** Records to process follows **

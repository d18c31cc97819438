package report

import (
	"archive/zip"
	"bytes"
	"encoding/xml"
	"errors"
	"io"
	"math"
	"strconv"
	"strings"
	"testing"

	"github.com/google/go-cmp/cmp"
	"github.com/xuri/excelize/v2"

	"slowpoint/model/cell"
	"slowpoint/rules"
)

// opened reads a written workbook back.
func opened(t *testing.T, b []byte) *excelize.File {
	t.Helper()
	f, err := excelize.OpenReader(bytes.NewReader(b))
	if err != nil {
		t.Fatal(err)
	}
	t.Cleanup(func() { _ = f.Close() })
	return f
}

// byHeading reads a row as heading -> raw value; blanks are left out.
func byHeading(t *testing.T, f *excelize.File, sheet string, row int) map[string]string {
	t.Helper()
	out := map[string]string{}
	for col := 1; col <= 60; col++ {
		head, err := f.GetCellValue(sheet, cell.ColumnName(col)+"1")
		if err != nil {
			t.Fatal(err)
		}
		v, err := f.GetCellValue(sheet, cell.ColumnName(col)+strconv.Itoa(row), excelize.Options{RawCellValue: true})
		if err != nil {
			t.Fatal(err)
		}
		if v != "" {
			out[head] = v
		}
	}
	return out
}

func TestWorkbookReadBack(t *testing.T) {
	f := opened(t, write(t, NewWorkbook, trayHead(), trayProduct(t, "Stew & <rice>")))
	if d := cmp.Diff([]string{"Overview", "Findings", "Courses", "Input"}, f.GetSheetList()); d != "" {
		t.Error(d)
	}
	for _, c := range []struct {
		name, sheet string
		row         int
		want        map[string]string
	}{
		{"a product that was not calculated comes first", "Overview", 2, map[string]string{"Product": "Mash", "Verdict": "not calculated", "Row of the plan": "Products row 7",
			"Why": `Products!C7: "-40" a length must be more than 0 – type the thickness in mm`}},
		{"the deciding limit is the one that is not met", "Overview", 3, map[string]string{"No. in the plan": "1", "Product": "Stew & <rice>", "Family": "stews", "Recipe version": "v2",
			"Batch": "B17", "Process": "Cook-chill", "Verdict": "not met", "Deciding limit": "Chill 90", "Margin (°C difference)": "-9", "Row of the plan": "Products row 6",
			"Why": "the record ends before the food reaches 3 °C. The step Chiller did not reach its Until within its longest duration (1 h 30 min)."}},
		{"a finding", "Findings", 2, map[string]string{"Product": "Stew & <rice>", "Process": "Cook-chill", "Limit": "Core 70", "Rule": "hold", "Level": "must", "Verdict": "met",
			"Value": "14.098765", "Required": "2", "Unit": "min", "Margin (°C difference)": "6.4877", "Margin (min)": "12.0988", "Deciding time (min)": "73.0083",
			"Deciding place": "2.0 mm below the centre", "Up (mm)": "-2", "Across (mm)": "0", "Along (mm)": "0", "Clock start (min)": "54.0333", "Clock end (min)": "74.4167",
			"Why": "every point is held for 2 min or more.", "Code": "Invented code", "Clause": "2-10", "Edition": "2020", "Issued by": "an authority",
			"Confirmed by": "A. Person", "Confirmed on": "2026-01-05", "Cells": "Limits!A3, Steps row 3"}},
		{"a group", "Findings", 4, map[string]string{"Product": "Stew & <rice>", "Process": "Cook-chill", "Limit": "Chilling", "Rule": "any of", "Level": "group", "Verdict": "not met", "Why": "decided by Chill 90"}},
		{"the instant of a change belongs to the step before", "Courses", 4, map[string]string{"Product": "Stew & <rice>", "Step": "Oven", "Stage": "cook", "Time (min)": "60",
			"Surroundings (°C)": "160", "Coldest (°C)": "76.5", "Hottest (°C)": "100", "Mean (°C)": "85", "Coldest: up (mm)": "-2", "Coldest: across (mm)": "0", "Coldest: along (mm)": "0",
			"Hottest: up (mm)": "30", "Hottest: across (mm)": "0", "Hottest: along (mm)": "0", "Point 1": "centre", "Point 1 (°C)": "76.5", "Point 2": "probe", "Point 2 (°C)": "82"}},
		{"a mean that does not exist is a blank", "Courses", 7, map[string]string{"Product": "Stew & <rice>", "Step": "Chiller", "Stage": "cool", "Time (min)": "150",
			"Surroundings (°C)": "1.5", "Coldest (°C)": "5", "Hottest (°C)": "12", "Coldest: up (mm)": "30", "Coldest: across (mm)": "0", "Coldest: along (mm)": "0",
			"Hottest: up (mm)": "0", "Hottest: across (mm)": "0", "Hottest: along (mm)": "0", "Point 1": "centre", "Point 1 (°C)": "12", "Point 2": "probe", "Point 2 (°C)": "5"}},
		{"the input", "Input", 3, map[string]string{"Product": "Stew & <rice>", "Cell": "Steps!I3", "Column": "Temperature is", "Used": "set-point", "Why": "blank stands for set-point"}},
	} {
		t.Run(c.name, func(t *testing.T) {
			got := byHeading(t, f, c.sheet, c.row)
			delete(got, "Cautions") // counted by a test of their own
			if d := cmp.Diff(c.want, got); d != "" {
				t.Errorf("%s row %d (- wanted, + got):\n%s", c.sheet, c.row, d)
			}
		})
	}
}

func TestWorkbookInFahrenheit(t *testing.T) {
	h := trayHead()
	h.Fahrenheit = true
	p := trayProduct(t, "One")
	p.Judgement.Findings[0].Unit, p.Judgement.Findings[0].Value, p.Judgement.Findings[0].Required = "°C", ptr(76.5), ptr(70.)
	p.Judgement.Findings[1].Unit, p.Judgement.Findings[1].Value, p.Judgement.Findings[1].Required = "K", ptr(5.), ptr(2.5)
	f := opened(t, write(t, NewWorkbook, h, p))
	for _, c := range []struct {
		name, sheet   string
		row           int
		heading, want string
	}{
		{"a temperature shifts", "Findings", 2, "Value", "169.7"},
		{"so does what is required", "Findings", 2, "Required", "158"},
		{"and its unit says so", "Findings", 2, "Unit", "°F"},
		{"a difference does not shift", "Findings", 3, "Value", "9"},
		{"and its unit says so too", "Findings", 3, "Unit", "°F difference"},
		{"a margin is a difference", "Findings", 3, "Margin (°F difference)", "-16.2"},
		{"a course", "Courses", 2, "Coldest (°F)", "46.4"},
	} {
		t.Run(c.name, func(t *testing.T) {
			if got := byHeading(t, f, c.sheet, c.row)[c.heading]; got != c.want {
				t.Errorf("%s row %d, %s: %q, wanted %q", c.sheet, c.row, c.heading, got, c.want)
			}
		})
	}
}

// Texts of the user: no formula, no control character, no silent loss.
func TestWorkbookTexts(t *testing.T) {
	long := strings.Repeat("é", 40000)
	for _, c := range []struct{ name, typed, want string }{
		{"a formula stays a text", `=HYPERLINK("http://x","y")`, `=HYPERLINK("http://x","y")`},
		{"plus, minus and at sign", "+1-1@x", "+1-1@x"},
		{"mark-up", `<b>&amp;"quoted"</b>`, `<b>&amp;"quoted"</b>`},
		{"control characters", "a\x00b\x07c", "a\uFFFDb\uFFFDc"},
		{"line ends", "a\r\nb\rc", "a\nb\nc"},
		{"an escape of spreadsheets", "a_x000D_b_x000D_x000D_", "a_x000D_b_x000D_x000D_"},
		{"blanks at the ends", " a ", " a "},
		{"emoji and Chinese", "🍲 炖菜", "🍲 炖菜"},
		{"broken UTF-8", "a\xffb", "a\uFFFDb"},
		{"a very long text ends visibly", long, strings.Repeat("é", 32757) + "… (cut)"},
	} {
		t.Run(c.name, func(t *testing.T) {
			f := opened(t, write(t, NewWorkbook, trayHead(), trayProduct(t, c.typed)))
			got, err := f.GetCellValue("Courses", "A2")
			if err != nil || got != c.want {
				t.Errorf("%.60q (%d letters), %v; wanted %.60q", got, len([]rune(got)), err, c.want)
			}
			formula, err := f.GetCellFormula("Courses", "A2")
			if err != nil || formula != "" {
				t.Errorf("formula %q, %v", formula, err)
			}
		})
	}
}

// A full sheet goes on in the next one with the same headings, and a product stays together where it can.
func TestWorkbookGoesOnInASecondSheet(t *testing.T) {
	var b bytes.Buffer
	w := NewWorkbook(&b, trayHead())
	w.courses.most, w.input.most = 15, 4 // rows; a product has 6 samples and 2 readings
	for _, name := range []string{"One", "Two", "Three", "Four", "Five"} {
		if err := w.Add(trayProduct(t, name)); err != nil {
			t.Fatal(err)
		}
	}
	if err := w.Close(); err != nil {
		t.Fatal(err)
	}
	f := opened(t, b.Bytes())
	want := []string{"Overview", "Findings", "Courses", "Courses 2", "Courses 3", "Input", "Input 2", "Input 3", "Input 4", "Input 5"}
	if d := cmp.Diff(want, f.GetSheetList()); d != "" {
		t.Fatal(d)
	}
	for _, c := range []struct{ sheet, at, want string }{
		{"Courses", "A2", "One"}, {"Courses", "A13", "Two"}, {"Courses", "A14", ""},
		{"Courses 2", "A1", "Product"}, {"Courses 2", "A2", "Three"}, {"Courses 3", "A7", "Five"}, {"Input 5", "A3", "Five"},
	} {
		t.Run(c.sheet+" "+c.at, func(t *testing.T) {
			if got, err := f.GetCellValue(c.sheet, c.at); err != nil || got != c.want {
				t.Errorf("%q, %v; wanted %q", got, err, c.want)
			}
		})
	}
}

// A product that alone is longer than a sheet is cut where the sheet ends, and nothing is lost.
func TestWorkbookCutsAProductThatIsTooLong(t *testing.T) {
	var b bytes.Buffer
	w := NewWorkbook(&b, trayHead())
	w.courses.most = 5
	if err := errors.Join(w.Add(trayProduct(t, "One")), w.Close()); err != nil {
		t.Fatal(err)
	}
	f := opened(t, b.Bytes())
	for at, want := range map[string]string{"Courses!D5": "90", "Courses 2!D3": "150"} { // minutes: 4 samples, then 2
		sheet, c, _ := strings.Cut(at, "!")
		if got, err := f.GetCellValue(sheet, c, excelize.Options{RawCellValue: true}); err != nil || got != want {
			t.Errorf("%s: %q, %v; wanted %q", at, got, err, want)
		}
	}
}

// Every part of the file is well-formed XML, and no part carries a time.
func TestWorkbookParts(t *testing.T) {
	p := trayProduct(t, "A\x01<&>\"B\uFFFE")
	p.Samples.Coldest[2], p.Samples.Hottest[2] = math.NaN(), math.Inf(1)
	p.Judgement.Findings[0].MarginS = ptr(math.Inf(-1))
	b := write(t, NewWorkbook, trayHead(), p)
	z, err := zip.NewReader(bytes.NewReader(b), int64(len(b)))
	if err != nil {
		t.Fatal(err)
	}
	if z.File[0].Name != "[Content_Types].xml" {
		t.Errorf("first part %s", z.File[0].Name)
	}
	for _, part := range z.File {
		r, err := part.Open()
		if err != nil {
			t.Fatal(err)
		}
		text, err := io.ReadAll(r) // checks the CRC too
		if err != nil {
			t.Errorf("%s: %v", part.Name, err)
		}
		for d := xml.NewDecoder(bytes.NewReader(text)); err == nil; {
			_, err = d.Token()
		}
		if err != io.EOF {
			t.Errorf("%s: %v", part.Name, err)
		}
		for _, bad := range []string{"NaN", "Inf"} {
			if strings.HasPrefix(part.Name, "xl/worksheets/") && strings.Contains(string(text), bad) {
				t.Errorf("%s holds %s", part.Name, bad)
			}
		}
		if !part.Modified.IsZero() && part.Modified.Year() > 1980 {
			t.Errorf("%s carries the time %v", part.Name, part.Modified)
		}
	}
}

func TestListedWorstFirst(t *testing.T) {
	row := func(name string, v rules.Verdict, tight float64) slim {
		return slim{Row: Row{Product: name, Verdict: v, tight: tight}, calculated: true}
	}
	rows := []slim{row("met, roomy", rules.Met, 9), row("met, tight", rules.Met, 0.2), row("cannot tell", rules.CannotTell, math.Inf(1)),
		row("not met by little", rules.NotMet, -0.1), row("not met by much", rules.NotMet, -7), row("met, as tight", rules.Met, 0.2)}
	var got []string
	for _, r := range listed([]NotCalculated{{Product: "refused"}}, rows) {
		got = append(got, r.Product)
	}
	want := []string{"refused", "not met by much", "not met by little", "cannot tell", "met, tight", "met, as tight", "met, roomy"}
	if d := cmp.Diff(want, got); d != "" {
		t.Error(d)
	}
}

// A name that stands in every row of a course is kept once, and a cell behind a blank says where it stands.
func TestNamesAreKeptOnce(t *testing.T) {
	p := trayProduct(t, "Stew & rice")
	p.Samples.Mean[1] = math.NaN() // leaves a blank in column H
	f := opened(t, write(t, NewWorkbook, trayHead(), p))
	texts := map[string]string{}
	for _, name := range []string{"xl/sharedStrings.xml", "xl/worksheets/sheet3.xml"} {
		b, ok := f.Pkg.Load(name)
		if !ok {
			t.Fatalf("%s is missing", name)
		}
		texts[name] = string(b.([]byte))
	}
	if n := strings.Count(texts["xl/sharedStrings.xml"], "Stew &amp; rice"); n != 1 {
		t.Errorf("the product is kept %d times", n)
	}
	if sheet := texts["xl/worksheets/sheet3.xml"]; strings.Contains(sheet, "Stew") || !strings.Contains(sheet, `<c r="I3"`) || strings.Contains(sheet, `r="I2"`) {
		t.Errorf("the courses: %.2000s", sheet)
	}
}

// Headings and long texts are shown in full, and a sheet is printed on the width of a page only where it stays legible.
func TestWorkbookIsLegible(t *testing.T) {
	p := trayProduct(t, "Stew")
	p.Samples.TimesS[1] += 0.0007 // s: a step that ended a little after the full minute
	whole := write(t, NewWorkbook, trayHead(), p)
	f := opened(t, whole)
	for _, c := range []struct {
		sheet   string
		fits    bool
		heading string // the longest for its column
		column  string
	}{
		{"Overview", true, "Margin (°C difference)", "I"},
		{"Findings", false, "Margin (°C difference)", "K"},
		{"Courses", true, "Hottest: across (mm)", "M"},
		{"Input", true, "Typed", "D"},
	} {
		t.Run(c.sheet, func(t *testing.T) {
			if got, _ := f.GetCellValue(c.sheet, c.column+"1"); got != c.heading {
				t.Fatalf("%s1 holds %q", c.column, got)
			}
			wide, _ := f.GetColWidth(c.sheet, c.column)
			high, _ := f.GetRowHeight(c.sheet, 1)
			if need := 15 * float64(linesIn(c.heading, wide, true)); high < need {
				t.Errorf("the headings are %g pt high, %q takes %g", high, c.heading, need)
			}
			layout, err := f.GetPageLayout(c.sheet)
			if err != nil || *layout.Orientation != "landscape" {
				t.Errorf("%v, %v", layout, err)
			}
			props, _ := f.GetSheetProps(c.sheet)
			if fits := props.FitToPage != nil && *props.FitToPage; fits != c.fits {
				t.Errorf("on the width of a page: %v", fits)
			}
			sum := 0.0 // pt
			for i := 1; i <= 60; i++ {
				if head, _ := f.GetCellValue(c.sheet, cell.ColumnName(i)+"1"); head != "" {
					w, _ := f.GetColWidth(c.sheet, cell.ColumnName(i))
					sum += (7*w + 5) * 0.75
				}
			}
			if scale := (842 - 57.6) / sum; c.fits && scale < 0.6 { // A4 across, margins of 0.4 in
				t.Errorf("printed at %.2f", scale)
			} else if !c.fits && (scale >= 0.6 || *layout.AdjustTo != 60) {
				t.Errorf("at %.2f it would fit; printed at %d %%", scale, *layout.AdjustTo)
			}
		})
	}
	why, _ := f.GetCellValue("Overview", "M3")
	if high, _ := f.GetRowHeight("Overview", 3); linesIn(why, 54, false) < 2 || high < 15*float64(linesIn(why, 54, false)) {
		t.Errorf("%q stands in a row %g pt high", why, high)
	}
	if got := byHeading(t, f, "Courses", 3)["Time (min)"]; got != "30" {
		t.Errorf("time %s", got)
	}
}

// Lines are counted by words.
func TestLinesIn(t *testing.T) {
	for _, c := range []struct {
		text  string
		width float64
		bold  bool
		want  int
	}{{"", 10, false, 1}, {"one two", 9, false, 1}, {"one two", 7, false, 2}, {"one two", 9, true, 2}, {"one two three four", 10, false, 3}, {"abcdefghijklmnopqrstu", 11, false, 3}, {"a b", 4, false, 1}} {
		if got := linesIn(c.text, c.width, c.bold); got != c.want {
			t.Errorf("%q in %g: %d, want %d", c.text, c.width, got, c.want)
		}
	}
}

** End of Records to process **

▸ To do
Your answer must be a single number: how many lines of the entries above contain the string "counted".

▸ Output for this task
2